Evaluation of electrospinning parameters on the tensile strength and suture retention strength of polycaprolactone nanofibrous scaffolds through surface response methodology

Abstract

Scaffolds should provide sufficient biomechanical support during tissue regeneration for tissue engineering (TE) applications. Electrospun scaffolds are commonly applied in TE applications due to their tunable physical, chemical, and mechanical properties as well as their similarity to extracellular matrix. Although the mechanical properties of electrospun scaffolds are highly dependent on processing parameters, a limited number of studies have systematically investigated this subject. The present study has investigated the effects of the main electrospinning parameters on tensile and suture retention strength of polycaprolactone (PCL) scaffolds using response surface methodology. Scaffolds morphology and cell-scaffold interaction were also investigated in this study. According to the fitted model, polymer concentration and feed rate have the most significant positive effect on both the tensile and suture retention strength. Whereas applied voltage negatively affected both the tensile and suture retention strength.

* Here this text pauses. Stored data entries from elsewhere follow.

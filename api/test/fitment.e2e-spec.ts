import request from 'supertest';
import { afterAll, beforeAll, describe, expect, it } from 'vitest';
import { productId, productIds, ruleSetId, vehicleModelId } from './support/catalogue';
import { anonymousSession, type Session } from './support/sessions';
import { startTestApp, type TestApp } from './support/test-app';

interface FitCheck {
  code: string;
  verdict: string;
  message: string;
  numbers: Record<string, number>;
  rule: { source: string; keys: string[] };
}

interface FitReport {
  verdict: string;
  ruleSetName: string;
  checks: FitCheck[];
  skippedChecks: Array<{ code: string; reason: string; message: string }>;
  metrics: Record<string, number | null>;
  suggestedAdditions: Array<{
    role: string;
    reason: string;
    required: boolean;
    variantId?: string;
    numbers?: Record<string, number>;
  }>;
  cautions: Array<{ code: string; message: string }>;
}

const WORST_FIRST = ['does-not-fit', 'needs-certification', 'advisory', 'ok'];

/** Numbers come rounded to 0.1: equal to the hand-worked value within that rounding. */
function expectAbout(actual: number | null | undefined, expected: number): void {
  expect(actual).toBeTypeOf('number');
  expect(Math.abs((actual as number) - expected)).toBeLessThanOrEqual(0.051);
}
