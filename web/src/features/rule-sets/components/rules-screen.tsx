import Alert from '@mui/material/Alert';
import Box from '@mui/material/Box';
import Button from '@mui/material/Button';
import Chip from '@mui/material/Chip';
import Skeleton from '@mui/material/Skeleton';
import TextField from '@mui/material/TextField';
import Typography from '@mui/material/Typography';
import { useQuery } from '@tanstack/react-query';
import { useSearchParams } from 'react-router';
import { PageHeader } from '@/components/ui/page-header';
import { ruleSetsQueryOptions } from '../api/get-rule-sets';
import { RuleSetForm } from '../forms/rule-set-form';

/** Manage → Rules: the modification limits each rule set applies in the fit report. */
export function RulesScreen() {
  const ruleSets = useQuery(ruleSetsQueryOptions());
  const [searchParams, setSearchParams] = useSearchParams();
  const items = ruleSets.data?.items ?? [];
  const chosenId = searchParams.get('set');
  const ruleSet =
    items.find((item) => item.id === chosenId) ?? items.find((item) => item.isDefault) ?? items[0];

  return (
    <>
      <PageHeader
        title="Rules"
        lead="The modification limits the fit report checks each package against, rule set by rule set."
      />
      <Alert severity="info" sx={{ mb: 2.5 }}>
        Limits differ by jurisdiction and change over time. Before relying on a value here, confirm
        it with the road authority where the vehicle is registered; beyond these limits a vehicle
        needs an engineer&apos;s certificate.
      </Alert>

      {ruleSets.isError && (
        <Alert
          severity="error"
          action={
            <Button color="inherit" onClick={() => ruleSets.refetch()}>
              Try again
            </Button>
          }
        >
          The rule sets could not be loaded. {ruleSets.error.message}
        </Alert>
      )}
      {ruleSets.isPending && (
        <Box aria-busy="true">
          <Skeleton variant="rounded" height={56} sx={{ maxWidth: 420, mb: 2 }} />
          <Skeleton variant="rounded" height={320} />
        </Box>
      )}

      {ruleSet && (
        <>
          <Box
            sx={{
              display: 'flex',
              flexWrap: 'wrap',
              alignItems: 'flex-start',
              gap: 2,
              mb: 2,
            }}
          >
            <TextField
              select
              label="Rule set"
              value={ruleSet.id}
              onChange={(event) => {
                setSearchParams({ set: event.target.value }, { replace: true });
              }}
              margin="none"
              sx={{ flex: '1 1 260px', maxWidth: 420 }}
              slotProps={{ select: { native: true }, inputLabel: { shrink: true } }}
            >
              {items.map((item) => (
                <option key={item.id} value={item.id}>
                  {item.isDefault ? `${item.name} (default)` : item.name}
                </option>
              ))}
            </TextField>
            <Box sx={{ flex: '2 1 320px', minWidth: 0 }}>
              <Box sx={{ display: 'flex', gap: 1, alignItems: 'center', flexWrap: 'wrap' }}>
                <Typography sx={{ fontWeight: 500 }}>{ruleSet.jurisdiction}</Typography>
                {ruleSet.isDefault && (
                  <Chip size="small" color="primary" variant="outlined" label="Default" />
                )}
              </Box>
              {ruleSet.description && (
                <Typography variant="body2" color="text.secondary" sx={{ mt: 0.5 }}>
                  {ruleSet.description}
                </Typography>
              )}
            </Box>
          </Box>

          <RuleSetForm key={ruleSet.id} ruleSet={ruleSet} />
        </>
      )}
    </>
  );
}
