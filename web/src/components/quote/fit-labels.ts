import type { AdditionRole, FitCheckCode, FitVerdict } from '@/types/api';

/** Worst first, as the API orders verdicts. */
export const verdictsWorstFirst: readonly FitVerdict[] = [
  'does-not-fit',
  'needs-certification',
  'advisory',
  'ok',
];

/** A verdict in a few words, for chips. */
export const verdictLabels: Record<FitVerdict, string> = {
  ok: 'Fits',
  advisory: 'Fits, with advice',
  'needs-certification': 'Needs certification',
  'does-not-fit': 'Does not fit',
};

/** A package's verdict as a sentence, for the fit report's headline. */
export const verdictHeadlines: Record<FitVerdict, string> = {
  ok: 'This package fits your vehicle.',
  advisory: 'This package fits. Read the advice below.',
  'needs-certification':
    "This package fits, but it goes past the limits a vehicle may be modified without an engineer's certificate.",
  'does-not-fit': 'This package does not fit your vehicle.',
};

export const verdictSeverity: Record<FitVerdict, 'success' | 'info' | 'warning' | 'error'> = {
  ok: 'success',
  advisory: 'info',
  'needs-certification': 'warning',
  'does-not-fit': 'error',
};

/** The check each code stands for, in plain words. */
export const checkLabels: Record<FitCheckCode, string> = {
  'tyre-designation': 'Tyre size',
  'bolt-pattern': 'Bolt pattern',
  'centre-bore': 'Centre bore',
  'stud-thread': 'Wheel nut thread',
  'wheel-load-rating': 'Wheel load rating',
  'rim-diameter': 'Rim diameter',
  'rim-width': 'Rim width for the tyre',
  'tyre-load-capacity': 'Tyre load capacity',
  'speed-symbol': 'Tyre speed rating',
  'tyre-diameter-change': 'Overall diameter change',
  speedometer: 'Speedometer reading',
  'tyre-clearance': 'Tyre clearance',
  'suspension-lift': 'Suspension lift',
  'combined-lift': 'Combined lift',
  'wheel-track-change': 'Wheel track change',
  'joint-angle': 'Front drive-shaft angle',
  'spring-rating': 'Spring rating for the load',
  'gross-vehicle-mass': 'Gross vehicle mass',
  alignment: 'Wheel alignment',
};

/** What each suggested addition is, in plain words. */
export const additionLabels: Record<AdditionRole, string> = {
  'diff-drop': 'Differential drop',
  alignment: 'Wheel alignment',
  'hub-rings': 'Hub-centric rings',
  'greasable-shackles': 'Greasable shackles and pins',
  'extended-brake-lines': 'Extended brake lines',
  'steering-damper': 'Steering damper',
  'headlight-re-aim': 'Headlight re-aim',
  'speedometer-recalibration': 'Speedometer recalibration',
  'spring-rating': 'Springs rated for your load',
};

/**
 * Why an addition matters, where the fit report's own reason says what but not why (the others'
 * reasons already explain themselves).
 */
export const additionExplanations: Partial<Record<AdditionRole, string>> = {
  'diff-drop':
    'Lowers the front differential so the front half-shafts sit at a gentler angle after the lift, which saves the CV joints.',
  alignment:
    'Sets camber, caster and toe again, so the vehicle tracks straight and the tyres wear evenly.',
  'hub-rings':
    "Centre a wheel with a larger bore on the vehicle's hub, so the wheel runs true and the studs are not carrying it alone.",
  'spring-rating':
    'Springs rated for the load you always carry keep the ride height and handling where the kit intends.',
};

/** Said with every fit report: the product's checks are a guide, not the final word. */
export const DEFER_TO_LOCAL_RULES =
  'This report is a guide. Your state or territory rules, an engineer where certification is needed, and the licensed technicians who fit the parts have the final word.';
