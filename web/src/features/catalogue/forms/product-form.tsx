import Autocomplete from '@mui/material/Autocomplete';
import Box from '@mui/material/Box';
import Button from '@mui/material/Button';
import DialogActions from '@mui/material/DialogActions';
import DialogContent from '@mui/material/DialogContent';
import InputAdornment from '@mui/material/InputAdornment';
import TextField from '@mui/material/TextField';
import Typography from '@mui/material/Typography';
import { Formik, useField, useFormikContext } from 'formik';
import type { ReactNode } from 'react';
import { FormAlert } from '@/components/ui/form-alert';
import { FormSelectField } from '@/components/ui/form-select-field';
import { FormSwitchField } from '@/components/ui/form-switch-field';
import { FormTextField } from '@/components/ui/form-text-field';
import { dialogFormStyle, FormikForm } from '@/components/ui/formik-form';
import { SubmitButton } from '@/components/ui/submit-button';
import { applyApiErrorToForm, serverErrorFor } from '@/lib/form-errors';
import type { Product, ProductKind } from '@/types/api';
import { useCreateProduct } from '../api/create-product';
import { useUpdateProduct } from '../api/update-product';
import {
  attributeFields,
  bayKindLabels,
  bayKinds,
  emptyAttributes,
  kindLabels,
  newProductValues,
  productChanges,
  productFieldFor,
  productFormFields,
  productKinds,
  productRequest,
  productSchema,
  productValues,
  type AttributeField,
  type ProductFormValues,
} from './product-fields';

/** A vehicle model the product can be marked as made for. */
export interface VehicleOption {
  id: string;
  label: string;
}

interface Props {
  /** The product to edit; null to add a new one. */
  product: Product | null;
  vehicleOptions: readonly VehicleOption[];
  onCancel: () => void;
  onSaved: (product: Product, created: boolean) => void;
}

const kindOptions = productKinds.map((kind) => ({ value: kind, label: kindLabels[kind] }));
const bayOptions = [
  { value: '', label: 'No bay time' },
  ...bayKinds.map((bay) => ({ value: bay, label: bayKindLabels[bay] })),
];

const twoColumns = {
  display: 'grid',
  columnGap: 2,
  gridTemplateColumns: { xs: '1fr', sm: '1fr 1fr' },
  alignItems: 'start',
} as const;

function Section({ title, children }: { title: string; children: ReactNode }) {
  return (
    <Box component="fieldset" sx={{ border: 0, p: 0, m: 0, mt: 2.5, minWidth: 0 }}>
      <Typography component="legend" variant="h3" sx={{ p: 0 }}>
        {title}
      </Typography>
      {children}
    </Box>
  );
}

function inputModeFor(field: AttributeField): 'numeric' | 'decimal' | undefined {
  if (field.type !== 'number' || field.rule.min < 0) return undefined;
  return field.rule.whole ? 'numeric' : 'decimal';
}

function AttributeInput({ field }: { field: AttributeField }) {
  const name = `attributes.${field.key}`;
  switch (field.type) {
    case 'switch':
      return (
        <Box sx={{ gridColumn: '1 / -1', mt: 1 }}>
          <FormSwitchField name={name} label={field.label} helperText={field.helperText} />
        </Box>
      );
    case 'select':
      return <FormSelectField name={name} label={field.label} options={field.options} />;
    default:
      return (
        <FormTextField
          name={name}
          label={field.label}
          helperText={field.helperText}
          autoComplete="off"
          slotProps={{ htmlInput: { inputMode: inputModeFor(field) } }}
        />
      );
  }
}

function FitsVehiclesField({ options }: { options: readonly VehicleOption[] }) {
  const [field, meta, helpers] = useField<string[]>('fitsVehicleModelIds');
  const { status } = useFormikContext();
  const byId = new Map(options.map((option) => [option.id, option]));
  const selected = field.value.map((id) => byId.get(id) ?? { id, label: 'Unknown vehicle' });
  const error = (meta.touched && meta.error) || serverErrorFor(status, field.name, field.value);
  return (
    <Autocomplete
      multiple
      options={options}
      value={selected}
      getOptionLabel={(option) => option.label}
      isOptionEqualToValue={(option, value) => option.id === value.id}
      onChange={(_event, value) => void helpers.setValue(value.map((option) => option.id))}
      onBlur={() => void helpers.setTouched(true)}
      renderInput={(params) => (
        <TextField
          {...params}
          label="Fits vehicles"
          error={Boolean(error)}
          helperText={
            typeof error === 'string' && error
              ? error
              : 'Leave empty when it suits any vehicle (the fit report decides).'
          }
        />
      )}
    />
  );
}

/** The product editor's body (new or existing). Editing sends only the changed fields. */
export function ProductForm({ product, vehicleOptions, onCancel, onSaved }: Props) {
  const createProduct = useCreateProduct();
  const updateProduct = useUpdateProduct();
  const editing = product !== null;

  return (
    <Formik<ProductFormValues>
      initialValues={product ? productValues(product) : newProductValues()}
      validationSchema={productSchema}
      onSubmit={async (values, helpers) => {
        helpers.setStatus(undefined);
        try {
          if (product) {
            const changes = productChanges(product, values);
            if (Object.keys(changes).length === 0) {
              onSaved(product, false);
              return;
            }
            onSaved(await updateProduct.mutateAsync({ id: product.id, changes }), false);
          } else {
            onSaved(await createProduct.mutateAsync(productRequest(values)), true);
          }
        } catch (error) {
          applyApiErrorToForm(
            error,
            helpers,
            values,
            productFormFields(values.kind),
            productFieldFor,
          );
        }
      }}
    >
      {({ values, setFieldValue }) => (
        <FormikForm
          style={dialogFormStyle}
          aria-label={editing ? `Edit ${product.sku}` : 'New product'}
        >
          <DialogContent sx={{ pt: 0 }}>
            <FormAlert />
            <Section title="Product">
              <Box sx={twoColumns}>
                <FormTextField
                  name="sku"
                  label="SKU"
                  autoComplete="off"
                  disabled={editing}
                  helperText={
                    editing
                      ? 'The price list matches rows by SKU, so it stays as it is.'
                      : 'Upper-case letters, digits and hyphens.'
                  }
                  slotProps={{ htmlInput: { autoCapitalize: 'characters', spellCheck: false } }}
                />
                <FormSelectField
                  name="kind"
                  label="Kind"
                  options={kindOptions}
                  disabled={editing}
                  // Another kind brings its own attribute fields, empty.
                  onChange={(event) =>
                    void setFieldValue(
                      'attributes',
                      emptyAttributes(event.target.value as ProductKind),
                      false,
                    )
                  }
                  helperText={editing ? 'Add a new product for another kind.' : undefined}
                />
              </Box>
              <FormTextField name="name" label="Name" autoComplete="off" />
              <FormTextField name="brand" label="Brand" autoComplete="off" />
              <FormTextField name="description" label="Description" multiline minRows={2} />
            </Section>

            <Section title="Price, labour and stock">
              <Box sx={twoColumns}>
                <FormTextField
                  name="price"
                  label="Price (AUD)"
                  autoComplete="off"
                  helperText="Including tax, in dollars, like 1249.00."
                  slotProps={{
                    htmlInput: { inputMode: 'decimal' },
                    input: { startAdornment: <InputAdornment position="start">$</InputAdornment> },
                  }}
                />
                <FormTextField
                  name="labourMinutes"
                  label="Labour (minutes)"
                  autoComplete="off"
                  slotProps={{ htmlInput: { inputMode: 'numeric' } }}
                />
                <FormSelectField
                  name="bayKind"
                  label="Bay"
                  options={bayOptions}
                  helperText="Where the labour is done."
                />
                <FormTextField
                  name="stockQty"
                  label="In stock"
                  autoComplete="off"
                  slotProps={{ htmlInput: { inputMode: 'numeric' } }}
                />
                <FormTextField
                  name="leadDays"
                  label="Lead time (days)"
                  autoComplete="off"
                  helperText="To get it in when out of stock."
                  slotProps={{ htmlInput: { inputMode: 'numeric' } }}
                />
              </Box>
              <FormSwitchField
                name="active"
                label="Active"
                helperText="Only active products are offered to customers."
              />
            </Section>

            <Section title={`${kindLabels[values.kind]} details`}>
              <Box sx={twoColumns}>
                {attributeFields[values.kind].map((field) => (
                  <AttributeInput key={`${values.kind}-${field.key}`} field={field} />
                ))}
              </Box>
            </Section>

            <Section title="Vehicles">
              <FitsVehiclesField options={vehicleOptions} />
            </Section>
          </DialogContent>
          <DialogActions sx={{ px: 3, pb: 2.5 }}>
            <Button onClick={onCancel}>Cancel</Button>
            <SubmitButton size="medium">{editing ? 'Save changes' : 'Add product'}</SubmitButton>
          </DialogActions>
        </FormikForm>
      )}
    </Formik>
  );
}
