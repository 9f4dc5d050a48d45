import Accordion from '@mui/material/Accordion';
import AccordionDetails from '@mui/material/AccordionDetails';
import AccordionSummary from '@mui/material/AccordionSummary';
import Alert from '@mui/material/Alert';
import AlertTitle from '@mui/material/AlertTitle';
import Box from '@mui/material/Box';
import Typography from '@mui/material/Typography';
import CheckCircleOutline from '@mui/icons-material/CheckCircleOutline';
import ErrorOutline from '@mui/icons-material/ErrorOutline';
import ExpandMore from '@mui/icons-material/ExpandMore';
import InfoOutlined from '@mui/icons-material/InfoOutlined';
import WarningAmberOutlined from '@mui/icons-material/WarningAmberOutlined';
import type { ReactElement } from 'react';
import { formatOneDecimal, formatSignedPercent } from '@/lib/format';
import type { FitCheck, FitMetrics, FitReport, FitVerdict, SkippedCheck } from '@/types/api';
import {
  DEFER_TO_LOCAL_RULES,
  checkLabels,
  verdictHeadlines,
  verdictLabels,
  verdictSeverity,
  verdictsWorstFirst,
} from './fit-labels';

const verdictIcons: Record<FitVerdict, ReactElement> = {
  ok: <CheckCircleOutline aria-hidden fontSize="small" sx={{ color: 'success.main' }} />,
  advisory: <InfoOutlined aria-hidden fontSize="small" sx={{ color: 'info.main' }} />,
  'needs-certification': (
    <WarningAmberOutlined aria-hidden fontSize="small" sx={{ color: 'warning.main' }} />
  ),
  'does-not-fit': <ErrorOutline aria-hidden fontSize="small" sx={{ color: 'error.main' }} />,
};

function byVerdict(a: FitCheck, b: FitCheck): number {
  return verdictsWorstFirst.indexOf(a.verdict) - verdictsWorstFirst.indexOf(b.verdict);
}

interface MetricRow {
  label: string;
  value: string;
}

function metricRows(metrics: FitMetrics): MetricRow[] {
  const rows: MetricRow[] = [];
  const mm = (value: number) => `${formatOneDecimal(value)} mm`;
  if (metrics.stockDiameterMm !== null && metrics.newDiameterMm !== null) {
    rows.push({
      label: 'Overall tyre diameter',
      value: `${mm(metrics.stockDiameterMm)} → ${mm(metrics.newDiameterMm)}`,
    });
  }
  if (metrics.diameterChangePercent !== null) {
    rows.push({
      label: 'Diameter change',
      value: formatSignedPercent(metrics.diameterChangePercent),
    });
  }
  if (metrics.speedometerAtTrue100Kmh !== null) {
    rows.push({
      label: 'Speedometer at a true 100 km/h',
      value: `${formatOneDecimal(metrics.speedometerAtTrue100Kmh)} km/h`,
    });
  }
  if (metrics.groundClearanceGainMm !== null) {
    rows.push({ label: 'Ground clearance gain', value: mm(metrics.groundClearanceGainMm) });
  }
  rows.push({ label: 'Combined lift', value: mm(metrics.combinedLiftMm) });
  if (metrics.trackChangeMm !== 0) {
    rows.push({ label: 'Wheel track change', value: mm(metrics.trackChangeMm) });
  }
  if (metrics.jointAngleAddedDeg !== null) {
    rows.push({
      label: 'Front drive-shaft angle added',
      value: `${formatOneDecimal(metrics.jointAngleAddedDeg)}°`,
    });
  }
  return rows;
}

/** The numbers behind the report, as a definition list. */
export function FitMetricsList({ metrics }: { metrics: FitMetrics }) {
  return (
    <Box
      component="dl"
      sx={{
        display: 'grid',
        gridTemplateColumns: 'minmax(0, 1fr) auto',
        columnGap: 2,
        rowGap: 0.75,
        m: 0,
        '& dt': { color: 'text.secondary' },
        '& dd': { m: 0, textAlign: 'right', fontWeight: 500, fontVariantNumeric: 'tabular-nums' },
      }}
    >
      {metricRows(metrics).map((row) => (
        <Box key={row.label} sx={{ display: 'contents' }}>
          <dt>{row.label}</dt>
          <dd>{row.value}</dd>
        </Box>
      ))}
    </Box>
  );
}

/** The cautions of the report, always shown with a lift, plus the product's own deference. */
export function CautionsPanel({ report }: { report: FitReport }) {
  // The report may already say it is a guide; the deference is added only when it does not.
  const saysGuide = report.cautions.some((caution) => caution.code === 'guide-only');
  return (
    <Alert
      severity="warning"
      role="note"
      icon={<WarningAmberOutlined />}
      sx={{ '& ul': { pl: 2.5, my: 0.5 } }}
    >
      <AlertTitle>Before you drive</AlertTitle>
      <Box component="ul">
        {report.cautions.map((caution) => (
          <li key={caution.code}>{caution.message}</li>
        ))}
        {!saysGuide && <li>{DEFER_TO_LOCAL_RULES}</li>}
      </Box>
    </Alert>
  );
}

function CheckList({ checks }: { checks: readonly FitCheck[] }) {
  return (
    <Box component="ul" sx={{ listStyle: 'none', p: 0, m: 0, display: 'grid', gap: 1.25 }}>
      {checks.map((check) => (
        <Box
          component="li"
          key={check.code}
          sx={{ display: 'flex', gap: 1, alignItems: 'flex-start' }}
        >
          <Box sx={{ pt: '2px', flexShrink: 0 }}>{verdictIcons[check.verdict]}</Box>
          <Box sx={{ minWidth: 0 }}>
            <Typography sx={{ fontWeight: 500 }}>
              {checkLabels[check.code]}
              <Box component="span" sx={{ fontWeight: 400, color: 'text.secondary' }}>
                {' '}
                — {verdictLabels[check.verdict]}
              </Box>
            </Typography>
            <Typography variant="body2">{check.message}</Typography>
          </Box>
        </Box>
      ))}
    </Box>
  );
}

/** "Not checked: bolt pattern and centre bore (the stock wheels stay on the vehicle)." */
function skippedText(skipped: readonly SkippedCheck[]): string {
  if (skipped.length === 0) return '';
  const byReason = new Map<string, string[]>();
  for (const check of skipped) {
    const names = byReason.get(check.message) ?? [];
    names.push(checkLabels[check.code].toLowerCase());
    byReason.set(check.message, names);
  }
  const groups = [...byReason].map(([reason, names]) => {
    const list =
      names.length > 1 ? `${names.slice(0, -1).join(', ')} and ${names.at(-1)}` : names[0];
    return `${list} (${reason.replace(/\.$/, '').replace(/^./, (first) => first.toLowerCase())})`;
  });
  return ` Not checked: ${groups.join('; ')}.`;
}

interface Props {
  report: FitReport;
  /** Level of the panel's own sub-headings. */
  headingLevel?: 'h2' | 'h3' | 'h4' | 'h5';
  /** Only the checks that are not plain "fits" (for a quote's summary). */
  onlyFindings?: boolean;
}

/**
 * A fit report as the server made it: verdict, the cautions (prominently, straight after the
 * verdict), every check with its message, and the numbers. The client decides nothing here.
 */
export function FitReportPanel({ report, headingLevel = 'h3', onlyFindings = false }: Props) {
  const checks = [...report.checks].sort(byVerdict);
  const findings = checks.filter((check) => check.verdict !== 'ok');
  const passed = checks.filter((check) => check.verdict === 'ok');
  return (
    <Box sx={{ display: 'grid', gap: 2, gridTemplateColumns: 'minmax(0, 1fr)' }}>
      <Alert severity={verdictSeverity[report.verdict]} role="status">
        <AlertTitle>{verdictLabels[report.verdict]}</AlertTitle>
        {verdictHeadlines[report.verdict]}
      </Alert>

      <CautionsPanel report={report} />

      <Box>
        <Typography variant="h4" component={headingLevel} sx={{ mb: 1 }}>
          What the checks found
        </Typography>
        {findings.length === 0 ? (
          <Typography color="text.secondary">Every check passed.</Typography>
        ) : (
          <CheckList checks={findings} />
        )}
      </Box>

      {!onlyFindings && passed.length > 0 && (
        <Accordion
          disableGutters
          variant="outlined"
          sx={{ borderRadius: 2, '&::before': { display: 'none' } }}
        >
          <AccordionSummary expandIcon={<ExpandMore aria-hidden />}>
            <Typography sx={{ fontWeight: 500 }}>Checks passed ({passed.length})</Typography>
          </AccordionSummary>
          <AccordionDetails>
            <CheckList checks={passed} />
          </AccordionDetails>
        </Accordion>
      )}

      {!onlyFindings && (
        <Box>
          <Typography variant="h4" component={headingLevel} sx={{ mb: 1 }}>
            The numbers
          </Typography>
          <FitMetricsList metrics={report.metrics} />
        </Box>
      )}

      <Typography variant="body2" color="text.secondary">
        Checked against the rule set “{report.ruleSetName}”.
        {skippedText(report.skippedChecks)}
      </Typography>
    </Box>
  );
}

The effect of distance on tensile strength was not significant while its effect on suture retention was different depending on its values. Changes in biomechanical properties were associated with gross alterations in morphology of the fibers and cell-scaffold interaction. Scaffolds with lowest tensile strength presented a beaded morphology while scaffolds with higher tensile strength presented beadless morphology with worm-like fibers. The increase in tensile strength was correlated with the increase in average diameter of the fibers and pore size. The results of cell culture study showed that fibroblasts stretched and proliferated more on scaffolds with lower tensile strength. The generated model might be helpful when PCL scaffold with desirable tensile and suture retention strength are required. Furthermore, the results suggest that changes in morphology and subsequent cell-scaffold interaction should be considered when these biomechanical properties are optimized.